• [Assignment]
Please write out, exactly as given, every line of the entries below up to and including the line with "pairs tied in".

• [Material for the task]
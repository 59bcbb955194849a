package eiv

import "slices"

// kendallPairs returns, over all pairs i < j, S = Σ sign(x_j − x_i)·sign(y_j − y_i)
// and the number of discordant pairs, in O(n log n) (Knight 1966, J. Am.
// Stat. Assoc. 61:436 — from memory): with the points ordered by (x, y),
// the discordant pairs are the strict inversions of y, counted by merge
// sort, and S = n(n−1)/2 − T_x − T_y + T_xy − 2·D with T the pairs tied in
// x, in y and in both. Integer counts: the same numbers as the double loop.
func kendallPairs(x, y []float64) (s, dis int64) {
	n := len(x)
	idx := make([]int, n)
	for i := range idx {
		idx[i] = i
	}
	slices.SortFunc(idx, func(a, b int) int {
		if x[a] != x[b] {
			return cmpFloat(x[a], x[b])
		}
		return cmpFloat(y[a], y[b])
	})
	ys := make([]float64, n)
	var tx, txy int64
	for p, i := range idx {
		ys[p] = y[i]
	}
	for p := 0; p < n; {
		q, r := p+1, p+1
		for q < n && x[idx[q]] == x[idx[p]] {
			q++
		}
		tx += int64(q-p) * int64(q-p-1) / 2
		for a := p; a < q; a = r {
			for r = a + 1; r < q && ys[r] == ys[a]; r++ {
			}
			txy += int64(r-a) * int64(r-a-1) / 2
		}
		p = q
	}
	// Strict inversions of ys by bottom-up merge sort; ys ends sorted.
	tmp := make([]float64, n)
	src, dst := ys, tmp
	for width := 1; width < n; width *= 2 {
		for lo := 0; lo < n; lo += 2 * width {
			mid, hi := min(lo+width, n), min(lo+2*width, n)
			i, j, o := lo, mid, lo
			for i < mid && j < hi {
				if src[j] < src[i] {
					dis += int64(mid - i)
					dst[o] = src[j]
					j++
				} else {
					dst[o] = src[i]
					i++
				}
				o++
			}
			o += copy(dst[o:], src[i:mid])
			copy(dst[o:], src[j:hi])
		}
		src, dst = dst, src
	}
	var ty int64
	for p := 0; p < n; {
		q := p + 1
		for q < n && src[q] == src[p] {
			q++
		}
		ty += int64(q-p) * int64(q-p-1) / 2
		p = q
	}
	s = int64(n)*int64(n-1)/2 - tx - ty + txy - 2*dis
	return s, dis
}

• [Exercise output]
repository 59bcbb955194849a
package eiv

import "slices"

// kendallPairs returns, over all pairs i < j, S = Σ sign(x_j − x_i)·sign(y_j − y_i)
// and the number of discordant pairs, in O(n log n) (Knight 1966, J. Am.
// Stat. Assoc. 61:436 — from memory): with the points ordered by (x, y),
// the discordant pairs are the strict inversions of y, counted by merge
// sort, and S = n(n−1)/2 − T_x − T_y + T_xy − 2·D with T the pairs tied in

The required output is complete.